Dataset entries

────────────────────────────────────────

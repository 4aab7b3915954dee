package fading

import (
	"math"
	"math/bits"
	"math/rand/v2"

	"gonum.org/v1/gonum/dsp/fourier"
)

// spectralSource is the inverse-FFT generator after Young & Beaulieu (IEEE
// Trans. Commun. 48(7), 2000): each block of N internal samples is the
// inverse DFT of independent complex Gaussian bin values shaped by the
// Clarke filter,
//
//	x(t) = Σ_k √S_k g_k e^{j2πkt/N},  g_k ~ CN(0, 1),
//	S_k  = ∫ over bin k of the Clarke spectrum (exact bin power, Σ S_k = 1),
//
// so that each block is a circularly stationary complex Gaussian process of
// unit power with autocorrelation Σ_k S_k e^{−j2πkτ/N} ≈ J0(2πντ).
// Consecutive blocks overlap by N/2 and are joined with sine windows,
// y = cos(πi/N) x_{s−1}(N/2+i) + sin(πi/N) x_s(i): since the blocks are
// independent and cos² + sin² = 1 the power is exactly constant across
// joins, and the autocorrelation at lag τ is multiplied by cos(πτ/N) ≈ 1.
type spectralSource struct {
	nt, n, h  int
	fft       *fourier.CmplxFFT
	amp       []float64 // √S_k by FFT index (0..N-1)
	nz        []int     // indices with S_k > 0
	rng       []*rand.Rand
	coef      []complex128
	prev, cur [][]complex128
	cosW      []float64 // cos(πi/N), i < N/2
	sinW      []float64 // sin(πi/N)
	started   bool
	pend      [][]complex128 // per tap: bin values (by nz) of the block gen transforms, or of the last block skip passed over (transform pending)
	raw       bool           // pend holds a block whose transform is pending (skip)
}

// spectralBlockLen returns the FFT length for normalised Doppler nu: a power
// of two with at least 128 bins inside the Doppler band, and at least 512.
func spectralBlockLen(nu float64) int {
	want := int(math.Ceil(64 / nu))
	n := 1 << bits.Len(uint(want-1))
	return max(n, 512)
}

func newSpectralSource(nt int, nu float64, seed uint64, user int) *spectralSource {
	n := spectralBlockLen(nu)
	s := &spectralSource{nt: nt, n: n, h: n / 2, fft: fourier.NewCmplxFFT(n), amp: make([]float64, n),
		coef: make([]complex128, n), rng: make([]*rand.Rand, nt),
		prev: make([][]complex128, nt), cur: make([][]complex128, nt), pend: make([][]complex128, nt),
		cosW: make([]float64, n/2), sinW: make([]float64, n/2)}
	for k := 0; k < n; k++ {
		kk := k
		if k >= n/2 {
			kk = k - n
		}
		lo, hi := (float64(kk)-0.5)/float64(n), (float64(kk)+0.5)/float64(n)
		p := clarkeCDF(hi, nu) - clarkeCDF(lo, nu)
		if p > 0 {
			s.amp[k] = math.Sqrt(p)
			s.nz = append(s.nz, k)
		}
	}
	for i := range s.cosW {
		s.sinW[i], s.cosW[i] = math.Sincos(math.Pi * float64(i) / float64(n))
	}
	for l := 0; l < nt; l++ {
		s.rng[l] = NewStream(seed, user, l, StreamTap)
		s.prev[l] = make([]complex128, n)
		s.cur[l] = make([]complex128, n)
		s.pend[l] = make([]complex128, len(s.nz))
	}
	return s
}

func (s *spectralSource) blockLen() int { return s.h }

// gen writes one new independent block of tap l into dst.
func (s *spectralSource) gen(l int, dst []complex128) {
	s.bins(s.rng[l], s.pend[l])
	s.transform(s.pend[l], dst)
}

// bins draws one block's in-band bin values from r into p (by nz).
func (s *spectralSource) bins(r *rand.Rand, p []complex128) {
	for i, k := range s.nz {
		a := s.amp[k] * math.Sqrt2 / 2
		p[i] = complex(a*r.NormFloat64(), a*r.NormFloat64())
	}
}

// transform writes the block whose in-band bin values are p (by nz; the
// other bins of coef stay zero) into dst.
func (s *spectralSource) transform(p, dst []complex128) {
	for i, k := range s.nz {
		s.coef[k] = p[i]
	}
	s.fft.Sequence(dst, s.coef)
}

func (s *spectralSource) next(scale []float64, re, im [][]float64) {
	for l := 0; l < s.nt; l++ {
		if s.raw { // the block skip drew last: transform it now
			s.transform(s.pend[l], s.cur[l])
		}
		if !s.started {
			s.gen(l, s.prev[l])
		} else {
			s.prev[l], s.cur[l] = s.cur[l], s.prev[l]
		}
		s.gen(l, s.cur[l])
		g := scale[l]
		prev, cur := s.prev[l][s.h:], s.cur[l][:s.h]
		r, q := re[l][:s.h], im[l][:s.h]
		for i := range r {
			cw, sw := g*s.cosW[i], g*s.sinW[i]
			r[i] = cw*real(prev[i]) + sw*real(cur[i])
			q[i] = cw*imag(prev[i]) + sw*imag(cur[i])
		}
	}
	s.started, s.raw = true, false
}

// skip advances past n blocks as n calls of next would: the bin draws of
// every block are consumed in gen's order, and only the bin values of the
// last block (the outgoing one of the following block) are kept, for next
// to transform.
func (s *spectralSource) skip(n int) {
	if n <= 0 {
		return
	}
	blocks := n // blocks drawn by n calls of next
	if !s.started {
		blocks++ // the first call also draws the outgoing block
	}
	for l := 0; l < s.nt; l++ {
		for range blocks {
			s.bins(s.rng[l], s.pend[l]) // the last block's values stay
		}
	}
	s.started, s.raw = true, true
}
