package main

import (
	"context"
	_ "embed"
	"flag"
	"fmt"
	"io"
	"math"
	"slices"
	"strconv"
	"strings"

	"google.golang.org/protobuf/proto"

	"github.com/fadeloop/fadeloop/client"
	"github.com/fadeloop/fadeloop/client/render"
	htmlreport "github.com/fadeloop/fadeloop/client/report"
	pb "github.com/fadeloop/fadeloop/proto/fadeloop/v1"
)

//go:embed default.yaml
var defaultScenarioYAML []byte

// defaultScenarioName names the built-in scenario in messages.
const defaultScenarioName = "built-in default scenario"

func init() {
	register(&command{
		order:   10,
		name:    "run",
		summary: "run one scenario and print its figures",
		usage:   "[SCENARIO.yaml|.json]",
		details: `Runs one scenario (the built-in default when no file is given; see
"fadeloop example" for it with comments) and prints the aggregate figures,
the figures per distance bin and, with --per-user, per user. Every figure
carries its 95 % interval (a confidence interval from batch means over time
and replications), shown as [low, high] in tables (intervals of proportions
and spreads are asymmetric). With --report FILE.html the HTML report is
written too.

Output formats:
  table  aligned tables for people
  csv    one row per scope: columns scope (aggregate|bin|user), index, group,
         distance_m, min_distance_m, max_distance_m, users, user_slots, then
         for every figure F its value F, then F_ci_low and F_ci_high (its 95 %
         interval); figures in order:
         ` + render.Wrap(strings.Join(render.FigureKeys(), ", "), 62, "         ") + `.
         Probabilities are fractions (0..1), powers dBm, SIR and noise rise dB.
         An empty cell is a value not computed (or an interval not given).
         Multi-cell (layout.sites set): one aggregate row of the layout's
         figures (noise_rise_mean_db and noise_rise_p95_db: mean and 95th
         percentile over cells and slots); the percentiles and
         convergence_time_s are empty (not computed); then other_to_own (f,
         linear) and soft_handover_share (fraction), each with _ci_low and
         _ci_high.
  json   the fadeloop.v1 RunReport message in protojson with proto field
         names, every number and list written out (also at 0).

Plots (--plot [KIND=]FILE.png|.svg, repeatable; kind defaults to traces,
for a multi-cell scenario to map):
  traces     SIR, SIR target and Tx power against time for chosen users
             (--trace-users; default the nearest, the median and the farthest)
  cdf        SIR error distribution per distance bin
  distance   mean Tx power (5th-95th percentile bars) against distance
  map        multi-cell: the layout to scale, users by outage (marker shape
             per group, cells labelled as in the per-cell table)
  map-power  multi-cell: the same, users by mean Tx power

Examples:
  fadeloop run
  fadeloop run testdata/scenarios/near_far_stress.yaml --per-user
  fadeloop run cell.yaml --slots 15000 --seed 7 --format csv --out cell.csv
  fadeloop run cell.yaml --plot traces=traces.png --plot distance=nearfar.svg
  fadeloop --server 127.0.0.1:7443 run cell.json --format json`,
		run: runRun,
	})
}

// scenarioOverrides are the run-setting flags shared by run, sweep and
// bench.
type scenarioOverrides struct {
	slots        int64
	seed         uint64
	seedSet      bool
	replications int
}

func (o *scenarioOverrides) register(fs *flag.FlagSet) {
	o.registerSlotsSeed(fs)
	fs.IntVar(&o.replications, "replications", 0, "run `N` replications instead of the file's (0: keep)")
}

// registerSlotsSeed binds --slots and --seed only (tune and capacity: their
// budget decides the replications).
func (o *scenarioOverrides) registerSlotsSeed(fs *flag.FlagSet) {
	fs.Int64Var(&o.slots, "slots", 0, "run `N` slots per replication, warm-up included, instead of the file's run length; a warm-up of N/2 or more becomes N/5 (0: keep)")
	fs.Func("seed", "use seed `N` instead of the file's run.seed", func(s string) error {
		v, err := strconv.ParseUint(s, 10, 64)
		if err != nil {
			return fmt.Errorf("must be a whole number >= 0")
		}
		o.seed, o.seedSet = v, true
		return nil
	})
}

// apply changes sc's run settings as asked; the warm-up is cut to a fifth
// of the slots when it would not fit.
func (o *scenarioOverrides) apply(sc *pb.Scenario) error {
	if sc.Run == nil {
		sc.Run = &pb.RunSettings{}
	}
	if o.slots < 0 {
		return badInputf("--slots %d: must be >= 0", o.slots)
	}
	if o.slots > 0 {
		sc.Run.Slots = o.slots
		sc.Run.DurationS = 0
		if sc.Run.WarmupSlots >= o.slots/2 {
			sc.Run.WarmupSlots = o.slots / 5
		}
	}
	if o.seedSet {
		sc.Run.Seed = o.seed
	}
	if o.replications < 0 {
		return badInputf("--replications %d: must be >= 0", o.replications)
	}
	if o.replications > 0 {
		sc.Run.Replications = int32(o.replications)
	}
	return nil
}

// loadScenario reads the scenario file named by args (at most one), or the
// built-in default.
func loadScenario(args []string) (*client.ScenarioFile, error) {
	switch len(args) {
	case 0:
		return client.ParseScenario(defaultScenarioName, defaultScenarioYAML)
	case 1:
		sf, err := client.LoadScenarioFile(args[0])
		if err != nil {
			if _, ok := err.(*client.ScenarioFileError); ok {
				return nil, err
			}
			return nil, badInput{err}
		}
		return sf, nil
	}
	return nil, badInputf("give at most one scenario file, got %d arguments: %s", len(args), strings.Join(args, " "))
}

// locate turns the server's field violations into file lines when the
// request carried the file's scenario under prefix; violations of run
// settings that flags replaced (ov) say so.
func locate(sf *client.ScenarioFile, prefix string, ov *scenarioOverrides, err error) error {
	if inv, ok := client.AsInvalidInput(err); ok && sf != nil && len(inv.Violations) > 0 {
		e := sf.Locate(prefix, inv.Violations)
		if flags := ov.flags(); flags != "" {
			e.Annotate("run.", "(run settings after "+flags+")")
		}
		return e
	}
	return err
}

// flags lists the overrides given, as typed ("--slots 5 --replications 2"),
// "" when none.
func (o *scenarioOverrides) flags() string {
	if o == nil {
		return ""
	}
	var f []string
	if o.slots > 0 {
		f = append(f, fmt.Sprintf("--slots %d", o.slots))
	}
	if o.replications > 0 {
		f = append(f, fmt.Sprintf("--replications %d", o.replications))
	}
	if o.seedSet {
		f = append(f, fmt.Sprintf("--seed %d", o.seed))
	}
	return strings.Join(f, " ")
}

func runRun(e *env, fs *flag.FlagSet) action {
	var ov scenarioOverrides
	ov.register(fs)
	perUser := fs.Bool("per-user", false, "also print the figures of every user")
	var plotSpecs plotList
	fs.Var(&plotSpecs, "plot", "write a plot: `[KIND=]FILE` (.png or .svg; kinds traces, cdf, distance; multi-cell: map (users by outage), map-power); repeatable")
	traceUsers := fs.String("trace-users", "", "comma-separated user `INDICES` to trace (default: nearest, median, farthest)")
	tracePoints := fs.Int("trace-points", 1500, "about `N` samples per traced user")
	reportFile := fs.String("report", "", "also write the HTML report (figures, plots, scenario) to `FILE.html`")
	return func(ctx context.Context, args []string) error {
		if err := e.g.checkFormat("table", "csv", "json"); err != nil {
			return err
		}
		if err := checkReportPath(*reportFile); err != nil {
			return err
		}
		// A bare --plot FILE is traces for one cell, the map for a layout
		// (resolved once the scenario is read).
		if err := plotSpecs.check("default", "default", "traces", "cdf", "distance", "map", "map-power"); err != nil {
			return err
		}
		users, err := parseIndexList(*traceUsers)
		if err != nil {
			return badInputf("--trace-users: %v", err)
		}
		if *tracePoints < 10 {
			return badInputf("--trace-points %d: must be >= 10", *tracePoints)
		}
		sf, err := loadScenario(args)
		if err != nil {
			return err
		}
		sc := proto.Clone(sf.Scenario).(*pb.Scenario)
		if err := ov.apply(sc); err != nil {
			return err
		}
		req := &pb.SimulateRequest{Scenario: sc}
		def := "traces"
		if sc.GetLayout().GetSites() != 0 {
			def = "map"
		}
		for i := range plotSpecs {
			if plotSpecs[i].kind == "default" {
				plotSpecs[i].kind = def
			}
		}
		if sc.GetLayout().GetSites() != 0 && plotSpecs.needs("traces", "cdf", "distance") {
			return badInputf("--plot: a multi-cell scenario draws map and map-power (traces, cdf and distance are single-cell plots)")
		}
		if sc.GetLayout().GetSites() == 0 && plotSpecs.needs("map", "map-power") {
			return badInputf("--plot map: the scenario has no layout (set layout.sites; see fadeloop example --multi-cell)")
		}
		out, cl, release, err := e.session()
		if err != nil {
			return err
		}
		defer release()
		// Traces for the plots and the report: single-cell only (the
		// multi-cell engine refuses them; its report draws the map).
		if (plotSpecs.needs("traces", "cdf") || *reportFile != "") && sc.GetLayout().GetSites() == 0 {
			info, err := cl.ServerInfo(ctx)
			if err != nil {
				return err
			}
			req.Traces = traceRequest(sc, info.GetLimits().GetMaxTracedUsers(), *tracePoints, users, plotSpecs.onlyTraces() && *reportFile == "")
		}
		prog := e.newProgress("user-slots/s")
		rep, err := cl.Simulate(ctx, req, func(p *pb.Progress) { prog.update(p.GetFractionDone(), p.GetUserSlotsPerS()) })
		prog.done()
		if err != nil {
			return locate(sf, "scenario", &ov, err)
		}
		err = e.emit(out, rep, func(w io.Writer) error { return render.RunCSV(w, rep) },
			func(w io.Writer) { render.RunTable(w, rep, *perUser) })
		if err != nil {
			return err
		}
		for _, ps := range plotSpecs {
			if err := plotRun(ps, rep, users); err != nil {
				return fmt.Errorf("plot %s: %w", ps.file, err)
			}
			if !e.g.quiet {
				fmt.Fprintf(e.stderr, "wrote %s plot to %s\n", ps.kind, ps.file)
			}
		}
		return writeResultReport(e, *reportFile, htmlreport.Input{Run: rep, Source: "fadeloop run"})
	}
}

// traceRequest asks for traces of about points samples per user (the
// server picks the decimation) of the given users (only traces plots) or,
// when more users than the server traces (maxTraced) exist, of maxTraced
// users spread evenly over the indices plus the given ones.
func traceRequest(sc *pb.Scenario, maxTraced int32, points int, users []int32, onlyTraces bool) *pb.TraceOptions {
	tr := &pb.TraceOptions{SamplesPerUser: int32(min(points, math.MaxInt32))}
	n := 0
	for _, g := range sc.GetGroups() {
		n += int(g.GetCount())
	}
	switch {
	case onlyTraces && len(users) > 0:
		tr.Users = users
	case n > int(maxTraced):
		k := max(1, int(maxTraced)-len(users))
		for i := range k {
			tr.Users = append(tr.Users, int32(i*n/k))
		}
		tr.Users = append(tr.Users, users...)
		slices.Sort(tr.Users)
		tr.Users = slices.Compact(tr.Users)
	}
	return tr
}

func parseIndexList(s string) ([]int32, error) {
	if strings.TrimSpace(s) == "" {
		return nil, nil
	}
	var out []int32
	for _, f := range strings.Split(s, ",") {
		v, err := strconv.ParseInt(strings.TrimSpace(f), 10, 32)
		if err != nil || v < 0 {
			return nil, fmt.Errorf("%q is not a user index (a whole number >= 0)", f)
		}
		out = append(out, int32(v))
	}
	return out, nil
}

────────────────────────────────────────

Exercise description
All lines from the top of the data through the line containing "samples is the" need to be retyped exactly, and nothing more.

Problem solution
repository 4aab7b3915954dee
package fading

import (
	"math"
	"math/bits"
	"math/rand/v2"

	"gonum.org/v1/gonum/dsp/fourier"
)

// spectralSource is the inverse-FFT generator after Young & Beaulieu (IEEE
// Trans. Commun. 48(7), 2000): each block of N internal samples is the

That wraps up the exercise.